“Dinner!” She yells.
“I’ll be right back!” I reassure her before slamming the front door.
I run down the street, Oliver’s a few houses over, and ring the doorbell. Mrs. Matthews appears, surprised to see me.
“Ash, what’s going on? Is everything okay?” She asks.
“I just need to see Oliver really quick.” I tell her out of breath.
“He’s supposed to be with you.” She looks just as confused as I am.
“Huh.” I say stumped. “I, uh, I’m going to check around the block. Maybe he took a walk.”
Before she can protest and ask me any more questions, I start running. I don’t think I’ve exercised this much in my whole life, but today I was making up for that. I find myself in front of the forest again, this time even darker. The sun is setting, and I don’t have long to get in and out before it will be too hard to see.
I retrace our steps, calling out for him, but no answer. Panic, worse than before, causes a sweat to break out all over my skin. I make it to the little river we were sitting at, the place he kissed me, andfind it empty.
“Oliver!” I scream again.
I’m answered with nothing but the subtle noises of the forest. Worried and frightened, I sprint out of there as fast as I can. The sky turning a dark blue as I walk home.
As I shut my front door once again, my mom appears in the hallway, a phone to her ear.
“Where’s Oliver?” She asks again.
My eyes sting as tears forcefully push their way past my lower lash.
“Ash?” She rushes forward, panic in her eyes.
Her hand rests against my arm as she places the phone back to her ear. “She’s home. No, he’s not with her.” She turns back to me now, “Ash, where is Oliver?”
I shake my head, my throat choking on a sob.
“Honey, answer me!” She’s yelling now.
“I don’t know!” I want to fall, to melt into the ground and become nothing.
She tells Mrs. Matthews that she’ll call her if they find him before hanging up. Her arms wrap around me as I collapse into her.
Chapter Sixteen
Khaos - Present
Ilisten intently as she tells me about that day ten years ago. Opening old wounds that have never really healed. She tells me about the kiss, how she left him there all alone, how she spent hours that night with the entire neighborhood searching for him in those woods.

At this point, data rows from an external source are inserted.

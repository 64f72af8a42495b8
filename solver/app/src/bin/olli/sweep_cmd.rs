//! `olli sweep SWEEP.toml [--output DIR] [--jobs N]`, `olli sweep SWEEP.toml
//! --emit-batch DIR`, `olli sweep --collect DIR`: many variants of one job,
//! run here or on a batch scheduler, collected into `DIR/sweep.csv`.
//!
//! Exit codes: 0 every variant converged, 1 some did not (their rows say
//! why), 2 bad input (nothing written).

use std::io::IsTerminal;
use std::path::{Path, PathBuf};
use std::process::ExitCode;
use std::time::Duration;

use indicatif::{ProgressBar, ProgressDrawTarget, ProgressStyle};
use olli_app::sweep::batch::{write_script, SCRIPT_FILE};
use olli_app::sweep::local::{self, LocalEvent, LocalSettings};
use olli_app::sweep::{self, write_variants, Manifest, Plan, Status, Table, TABLE_FILE};

#[derive(clap::Args)]
#[command(after_help = "Examples:\n  olli sweep examples/seal.sweep.toml --output results/seal-sweep --jobs 2\n  \
                        olli sweep examples/seal.sweep.toml --emit-batch cluster/seal-sweep\n  \
                        olli sweep --collect cluster/seal-sweep")]
pub struct Args {
    /// The sweep file (`<name>.sweep.toml`).
    #[arg(required_unless_present = "collect")]
    pub sweep: Option<PathBuf>,
    /// Sweep folder: a folder per variant and `sweep.csv` (default: `output` of the sweep file, else `results/<name>` beside it).
    #[arg(long, value_name = "DIR", conflicts_with_all = ["emit_batch", "collect"])]
    pub output: Option<PathBuf>,
    /// Most variants run at once (default: the number of cores; memory may allow fewer).
    #[arg(long, value_name = "N", value_parser = clap::value_parser!(u16).range(1..), conflicts_with_all = ["emit_batch", "collect"])]
    pub jobs: Option<u16>,
    /// Write the variants and a Slurm array script `DIR/submit.sh` instead of running.
    #[arg(long, value_name = "DIR", conflicts_with = "collect")]
    pub emit_batch: Option<PathBuf>,
    /// Write `DIR/sweep.csv` from the results found in a sweep folder.
    #[arg(long, value_name = "DIR", conflicts_with = "sweep")]
    pub collect: Option<PathBuf>,
}

pub fn run(args: Args) -> ExitCode {
    if let Some(dir) = &args.collect {
        return match Manifest::read(dir) {
            Ok(manifest) => finish(dir, &manifest),
            Err(e) => {
                eprintln!("error: {e} (a sweep folder is written by `olli sweep` or `olli sweep --emit-batch`)");
                ExitCode::from(2)
            }
        };
    }
    let path = args.sweep.expect("clap requires the sweep file without --collect");
    let plan = match sweep::load(&path) {
        Ok(p) => p,
        Err(e) => {
            eprintln!("error: {e}");
            return ExitCode::from(2);
        }
    };
    for w in &plan.warnings {
        eprintln!("warning: {w}");
    }
    if let Some(dir) = &args.emit_batch {
        return emit(&plan, dir);
    }
    let dir = args.output.unwrap_or_else(|| plan.default_output.clone());
    let manifest = match write_variants(&plan, &dir) {
        Ok(m) => m,
        Err(e) => {
            eprintln!("error: {}: cannot write the variants: {e}", dir.display());
            return ExitCode::from(2);
        }
    };
    let olli = match std::env::current_exe() {
        Ok(p) => p,
        Err(e) => {
            eprintln!("error: cannot find the olli executable to run the variants: {e}");
            return ExitCode::from(2);
        }
    };
    let settings = LocalSettings::for_this_machine(olli, args.jobs.map(usize::from));
    if let Err(e) = run_here(&dir, &manifest, &settings) {
        eprintln!("error: {}: {e}", dir.display());
        return ExitCode::from(1);
    }
    finish(&dir, &manifest)
}

fn emit(plan: &Plan, dir: &Path) -> ExitCode {
    let written = write_variants(plan, dir).and_then(|m| write_script(dir, &plan.name, &m));
    if let Err(e) = written {
        eprintln!("error: {}: cannot write the batch folder: {e}", dir.display());
        return ExitCode::from(2);
    }
    println!("{} variants and {} written to {}", plan.variants.len(), SCRIPT_FILE, dir.display());
    println!("submit:  cd {} && sbatch {SCRIPT_FILE}", dir.display());
    println!("collect: olli sweep --collect {}", dir.display());
    ExitCode::SUCCESS
}

/// Runs the variants with one progress line: a bar on a terminal, a line per finished variant otherwise.
fn run_here(dir: &Path, manifest: &Manifest, settings: &LocalSettings) -> std::io::Result<()> {
    let terminal = std::io::stderr().is_terminal();
    let bar = ProgressBar::with_draw_target(None, if terminal { ProgressDrawTarget::stderr() } else { ProgressDrawTarget::hidden() });
    bar.set_style(
        ProgressStyle::with_template("{spinner} [{elapsed_precise}] {bar:30.cyan/blue} {pos}/{len} variants {msg}")
            .expect("fixed template")
            .progress_chars("=> "),
    );
    let mut running = 0usize;
    let mut failed = 0usize;
    local::run(dir, manifest, settings, |event| match event {
        LocalEvent::Plan { to_run, finished, at_once, threads } => {
            bar.set_length(to_run as u64);
            bar.enable_steady_tick(Duration::from_millis(200));
            let line = format!(
                "{to_run} variants to run ({finished} finished earlier), up to {at_once} at once with {threads} solver thread{} each",
                if threads == 1 { "" } else { "s" }
            );
            bar.println(&line);
            if !terminal {
                eprintln!("{line}");
            }
        }
        LocalEvent::Started { .. } => {
            running += 1;
            bar.set_message(format!("({running} running, {failed} not converged)"));
        }
        LocalEvent::Finished { variant, outcome } => {
            running -= 1;
            if outcome.status != Status::Converged {
                failed += 1;
            }
            bar.inc(1);
            bar.set_message(format!("({running} running, {failed} not converged)"));
            let reason = if outcome.reason.is_empty() { String::new() } else { format!(": {}", outcome.reason) };
            let line = format!("variant {variant}: {}{reason}", outcome.status.name());
            if terminal {
                if outcome.status != Status::Converged {
                    bar.println(line);
                }
            } else {
                eprintln!("[{}/{}] {line}", bar.position(), bar.length().unwrap_or(0));
            }
        }
    })?;
    bar.finish_and_clear();
    Ok(())
}

/// Collects the table, writes it, prints the tally; exit 0 when every variant converged.
fn finish(dir: &Path, manifest: &Manifest) -> ExitCode {
    let table = Table::collect(dir, manifest);
    if let Err(e) = table.write(dir) {
        eprintln!("error: {}: cannot write {TABLE_FILE}: {e}", dir.display());
        return ExitCode::from(1);
    }
    let tally: Vec<String> = [Status::Converged, Status::Stopped, Status::Failed, Status::NotRun]
        .into_iter()
        .map(|s| (table.count(s.clone()), s))
        .filter(|(n, _)| *n > 0)
        .map(|(n, s)| format!("{n} {}", s.name()))
        .collect();
    println!("{} variants: {}", table.rows.len(), tally.join(", "));
    for r in table.rows.iter().filter(|r| r.outcome.status != Status::Converged) {
        let reason = if r.outcome.reason.is_empty() { String::new() } else { format!(": {}", r.outcome.reason) };
        println!("  {} {}{reason}", r.variant, r.outcome.status.name());
    }
    println!("table: {}", dir.join(TABLE_FILE).display());
    if table.all_converged() {
        ExitCode::SUCCESS
    } else {
        ExitCode::from(1)
    }
}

“We never found him. It took his parents two years to finally accept that he wasn’t coming home, so we buried him, well at least the memories of him.” Tears fall from her glazed eyes before she looks up at me. “I shouldn’t have run. I was a coward and I let my best friend die because of it.”
“Look, whatever happened to that kid, it wasn’t your fault.” I sooth her, pulling her into my chest.
“It is. If it didn’t take me so long to realize that I felt the same way, maybe he’d still be here.” Her lips start to tremble. “Khaos, I loved that boy and I wish I could have told him before it was too late. He should have been my everything.”
I stiffen beside her, that confession something I’m not sure I want to hear. There are so many things I want to say to her right now, but nothingfeels right.
“You’re trapped in a nightmare, holding yourself back because of something you had no control over. It’s not your fault he disappeared. You can’t hang onto the past and let it keep you from living your life. You’re trying to repent for sins that were never yours.”
She pulls away, frustrated that I’m being nice for once. “But they are mine! You have no idea what it was like to have the entire world question you. I was the last person to see him, people didn’t understand how I had no idea what happened. I was accused for years of being at fault to the point where his own mother started to believe it, I started to believe it!
“And then little-by-little people stopped caring. That’s when I realized that I had failed again, that I let people forget he existed. He deserved to be remembered even if it was at my expense.” I can feel the sorrow pulsing off her in waves.